Dataset records:

***

/* json_pos.h - locating a field path in raw JSON text (line and column),
 * since a parsed jansson document keeps no positions.
 * SPDX-License-Identifier: MIT */
#ifndef SURETY_JSON_POS_H
#define SURETY_JSON_POS_H

#include <stddef.h>

/* One step of a field path from the document root. */
typedef struct surety_jsonpos_step {
    const char *key; /* object member (UTF-8, as decoded), or NULL for an
                        array element */
    size_t index;    /* 0-based array index when key is NULL */
} surety_jsonpos_step;

/* Follows the first `depth` steps of `path` through `text`, which must be a
 * NUL-terminated document a JSON parser has already accepted (valid JSON,
 * unique keys). Returns a pointer into `text` at the start of the value
 * reached, or at its key when want_key is set and the last step is a
 * member; NULL when the path is not in the text. Pure; thread-safe. */
const char *surety_jsonpos_locate(const char *text,
                                  const surety_jsonpos_step *path, int depth,
                                  int want_key);

/* 1-based line and column of p, a pointer into `text`; columns count
 * characters (UTF-8 lead bytes), as jansson's own error positions do.
 * Pure; thread-safe. */
void surety_jsonpos_position(const char *text, const char *p, int *line,
                             int *col);

#endif
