/* stats.h - statistics for surety: normal distribution, binomial tails,
 * incomplete beta, confidence intervals and sample-size formulas.
 * SPDX-License-Identifier: MIT
 *
 * Every function here is pure (no state, no allocation, no errors to
 * report) and thread-safe. Invalid arguments give NaN for real-valued
 * results and 0 (or -1 where stated) for counts; the callers validate
 * user input before reaching this module.
 *
 * Notation follows METHODS.md: B(k; N, p) = P{Bin(N,p) <= k},
 * I_x(a,b) the regularized incomplete beta, eps the risk, beta (or delta)
 * one minus the confidence, d the number of decision variables. */
#ifndef SURETY_STATS_H
#define SURETY_STATS_H

#include <stddef.h>

/* ------------------------------------------------------------------ */
/* Normal distribution                                                 */
/* ------------------------------------------------------------------ */

/* Standard normal CDF, Phi(x) = 0.5 erfc(-x/sqrt 2). Accurate in both
 * tails (no cancellation for x << 0); Phi(-inf) = 0, Phi(inf) = 1, NaN
 * for NaN. */
double surety_norm_cdf(double x);

/* Standard normal quantile Phi^{-1}(p) for p in (0,1), by Wichura's
 * algorithm AS 241 (PPND16), relative error about 1e-16.
 * p = 0 gives -INFINITY, p = 1 gives +INFINITY, p outside [0,1] or NaN
 * gives NaN. (Wichura 1988, Applied Statistics 37:477-484.) */
double surety_norm_quantile(double p);

/* Phi^{-1} of p[0..count-1] in place, the same bits as
 * surety_norm_quantile on each element (NaN, 0 and 1 included), faster
 * on long arrays; for the sampler's inner loops. */
void surety_norm_quantile_batch(double *p, size_t count);

/* ------------------------------------------------------------------ */
/* Binomial distribution and incomplete beta                           */
/* ------------------------------------------------------------------ */

/* ln C(n, k) for real 0 <= k <= n (integers in practice); -INFINITY
 * outside that range. Uses the saddle-point form of Loader (2000), so it
 * keeps about 1e-15 relative accuracy where the plain lgamma difference
 * would cancel (n in the millions). */
double surety_stats_log_choose(double n, double k);

/* P{Bin(N,p) = k} and its logarithm. 0 / -INFINITY for k outside
 * [0, N]; NaN for N < 0 or p outside [0,1]. The log form stays finite
 * far below the smallest double (Loader 2000). */
double surety_stats_binom_pmf(long k, long N, double p);
double surety_stats_binom_logpmf(long k, long N, double p);

/* B(k; N, p) = P{Bin(N,p) <= k}, its logarithm, and the upper tail
 * P{Bin(N,p) > k} = 1 - B(k; N, p) computed without cancellation.
 * Edge cases (METHODS.md s.2): k < 0 -> 0; k >= N -> 1; p = 0 -> 1;
 * p = 1 -> 0 for k < N. The tail away from the mode is summed term by
 * term from the mode side when that converges within 100000 terms,
 * otherwise it is I_{1-p}(N-k, k+1) by the continued fraction; the other
 * tail is its complement. Measured against 60-digit values for N up to
 * 1e8 (tests/ref/stats_ref.h): relative error below 5e-13 in both tails,
 * and in the logs; a linear value near 1e-280 inherits the conditioning
 * of exp (6e-13). The log form is needed when B < 1e-300 (sample-size
 * searches with a large decision set). */
double surety_stats_binom_cdf(long k, long N, double p);
double surety_stats_binom_logcdf(long k, long N, double p);
double surety_stats_binom_sf(long k, long N, double p);
double surety_stats_binom_logsf(long k, long N, double p);

/* Regularized incomplete beta I_x(a,b) for a, b > 0, x in [0,1], and its
 * complement 1 - I_x(a,b) computed without cancellation. Integer a, b go
 * through the binomial tails above. Otherwise the continued fraction of
 * the incomplete beta by the modified Lentz method (Lentz 1976; Thompson &
 * Barnett 1986), on whichever side of the mean it converges, with the
 * prefactor x^a (1-x)^b / (a B(a,b)) from Loader's (2000) saddle-point
 * form; measured relative error below 1e-12 for a, b up to 3e4 (the
 * rounding of 1 - x, amplified by a + b, is the limit). NaN for invalid
 * arguments. */
double surety_stats_ibeta(double x, double a, double b);
double surety_stats_ibetac(double x, double a, double b);

/* Inverse: the x in [0,1] with I_x(a,b) = y. Found by bisection on the
 * bit patterns of doubles (at most 62 evaluations of I_x), so the result
 * is the double nearest the root as far as I_x resolves it; measured
 * relative error below 1e-13. y = 0 -> 0, y = 1 -> 1, NaN for invalid
 * arguments. */
double surety_stats_ibeta_inv(double y, double a, double b);

/* ------------------------------------------------------------------ */
/* Intervals for a proportion, x successes of n, confidence c in (0,1)  */
/* ------------------------------------------------------------------ */

/* One-sided Clopper-Pearson bounds (Clopper & Pearson 1934):
 * lower L1 = Beta^{-1}(1-c; x, n-x+1), 0 when x = 0;
 * upper U1 = Beta^{-1}(c; x+1, n-x), 1 when x = n.
 * U1 is also the p solving B(x; n, p) = 1-c (METHODS.md s.4).
 * NaN when x > n, n = 0 or c outside (0,1). The two-sided interval and
 * the one-sided lower bound together are surety_clopper_pearson. */
double surety_stats_cp_lower1(size_t x, size_t n, double c);
double surety_stats_cp_upper1(size_t x, size_t n, double c);

/* Wilson score interval (Wilson 1927; formula as in METHODS.md s.4),
 * clipped to [0,1]: two-sided (sides = 2, z = Phi^{-1}(1-(1-c)/2)) or
 * the pair of one-sided bounds (sides = 1, z = Phi^{-1}(c)). For display
 * beside Clopper-Pearson; it is not a certificate. NaN when invalid. */
void surety_stats_wilson(size_t x, size_t n, double c, int sides,
                         double *lo, double *hi);

/* ------------------------------------------------------------------ */
/* Checking a plan out of sample (METHODS.md s.4)                      */
/* ------------------------------------------------------------------ */

/* Reliability 1-eps is certified at confidence 1-beta by v violations of
 * N fresh scenarios iff B(v; N, eps) <= beta (one-sided Clopper-Pearson).
 * Smallest N that certifies with v violations (0 when invalid), and the
 * largest v that certifies with N scenarios (-1 when none does). */
size_t surety_stats_certify_min_samples(double eps, double beta, size_t v);
long surety_stats_certify_max_violations(size_t N, double eps, double beta);

/* ------------------------------------------------------------------ */
/* Sample size before solving (METHODS.md s.3)                         */
/* ------------------------------------------------------------------ */
/* Closed forms return the smallest integer N satisfying the stated
 * inequality (a ceiling taken with a 1e-12 relative guard, so that an
 * exact integer is not pushed up by rounding); 0 for invalid input.
 * Searches return 0 for invalid input or when the answer exceeds 1e15. */

/* Luedtke & Ahmed (2008), finite decision set X (ln|X| = lnX), sampled
 * risk alpha < eps, confidence 1-delta; the condition on N is
 *   lnX + ln B(floor(alpha N); N, eps) <= ln delta,
 * with floor(alpha N) taken as surety_allowance(alpha, N).
 * _first: the smallest N meeting it. It is not monotone in N (the
 * allowance jumps), so
 * _stable: the smallest N0 such that every N >= N0 meets it (proved
 * beyond a Chernoff-Kullback-Leibler cap, scanned below it).
 * _fixed_k: the smallest N meeting lnX + ln B(k; N, eps) <= ln delta for a
 * fixed allowance k (monotone in N). */
size_t surety_stats_la_first(double eps, double alpha, double delta,
                             double lnX);
size_t surety_stats_la_stable(double eps, double alpha, double delta,
                              double lnX);
size_t surety_stats_la_fixed_k(double eps, size_t k, double delta,
                               double lnX);
/* Closed forms for display (Luedtke & Ahmed 2008; METHODS.md s.3.1):
 * Chernoff N >= 2 eps ln(|X|/delta) / (eps-alpha)^2,
 * Hoeffding N >= ln(|X|/delta) / (2 (eps-alpha)^2),
 * alpha = 0: N >= ln(|X|/delta) / eps. */
size_t surety_stats_la_chernoff(double eps, double alpha, double delta,
                                double lnX);
size_t surety_stats_la_hoeffding(double eps, double alpha, double delta,
                                 double lnX);
size_t surety_stats_la_zero(double eps, double delta, double lnX);
/* Lower bound side, alpha > eps (Luedtke & Ahmed 2008, s.3.2): the sample
 * optimum bounds the true one with probability >= 1-delta once
 * N >= ln(1/delta) / (2 (alpha-eps)^2). */
size_t surety_stats_la_lower(double eps, double alpha, double delta);

/* Convex scenario programs with d decision variables (informational; not
 * valid for binary plans), violation probability eps, confidence 1-beta:
 * Campi & Garatti (2008): smallest N with B(d-1; N, eps) <= beta;
 * Campi, Garatti & Prandini (2009): N >= (2/eps)(ln(1/beta) + d);
 * Calafiore & Campi (2006): N >= (2/eps) ln(1/beta) + 2d
 *                                + (2d/eps) ln(2/eps);
 * Calafiore & Campi (2005): N >= d/(eps beta) - 1. */
size_t surety_stats_cg2008(double eps, double beta, size_t d);
size_t surety_stats_cgp2009(double eps, double beta, size_t d);
size_t surety_stats_cc2006(double eps, double beta, size_t d);
size_t surety_stats_cc2005(double eps, double beta, size_t d);

/* Sampling and discarding (Campi & Garatti 2011): with k of N sampled
 * constraints removed, P{V > eps} <= C(k+d-1, k) B(k+d-1; N, eps).
 * _logprob/_prob: the right side (log form finite far below 1e-300);
 * _min_n: smallest N making it <= beta (0 when invalid);
 * _max_k: largest k making it <= beta for given N (-1 when none).
 * With d = 1 this is the one-sided Clopper-Pearson test. */
double surety_stats_discard_logprob(size_t N, size_t k, size_t d,
                                    double eps);
double surety_stats_discard_prob(size_t N, size_t k, size_t d, double eps);
size_t surety_stats_discard_min_n(size_t k, size_t d, double eps,
                                  double beta);
long surety_stats_discard_max_k(size_t N, size_t d, double eps, double beta);

/* Campi, Garatti & Ramponi (2018): a plan computed with all N scenarios
 * enforced and a support set of size sigma violates with probability at
 * most eps(sigma) = 1 - (beta / (N C(N,sigma)))^{1/(N-sigma)}, with
 * confidence 1-beta. Returns 1 for sigma >= N, NaN when invalid. */
double surety_stats_cgr2018_eps(size_t N, size_t sigma, double beta);

/* Statistical upper bound on the optimum (Pagnoncelli, Ahmed & Shapiro
 * 2009; METHODS.md s.5).
 * _theta: theta_N = B(floor(gamma N); N, eps), floor as surety_allowance.
 * _rank: the largest L in 1..M with B(L-1; M, theta) <= beta, or 0 when
 * none; the L-th most optimistic of M replicated dual bounds bounds the
 * true optimum with confidence 1-beta. */
double surety_stats_pas_theta(size_t N, double gamma, double eps);
size_t surety_stats_pas_rank(size_t M, double theta, double beta);

#endif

***

Exercise directions:
From the entries above, restate word for word the lines from the line containing "error about 1e-16." to the line containing "double surety_stats_binom_pmf(long k, long", both ends included, and nothing more.

Reply:
 * algorithm AS 241 (PPND16), relative error about 1e-16.
 * p = 0 gives -INFINITY, p = 1 gives +INFINITY, p outside [0,1] or NaN
 * gives NaN. (Wichura 1988, Applied Statistics 37:477-484.) */
double surety_norm_quantile(double p);

/* Phi^{-1} of p[0..count-1] in place, the same bits as
 * surety_norm_quantile on each element (NaN, 0 and 1 included), faster
 * on long arrays; for the sampler's inner loops. */
void surety_norm_quantile_batch(double *p, size_t count);

/* ------------------------------------------------------------------ */
/* Binomial distribution and incomplete beta                           */
/* ------------------------------------------------------------------ */

/* ln C(n, k) for real 0 <= k <= n (integers in practice); -INFINITY
 * outside that range. Uses the saddle-point form of Loader (2000), so it
 * keeps about 1e-15 relative accuracy where the plain lgamma difference
 * would cancel (n in the millions). */
double surety_stats_log_choose(double n, double k);

/* P{Bin(N,p) = k} and its logarithm. 0 / -INFINITY for k outside
 * [0, N]; NaN for N < 0 or p outside [0,1]. The log form stays finite
 * far below the smallest double (Loader 2000). */
double surety_stats_binom_pmf(long k, long N, double p);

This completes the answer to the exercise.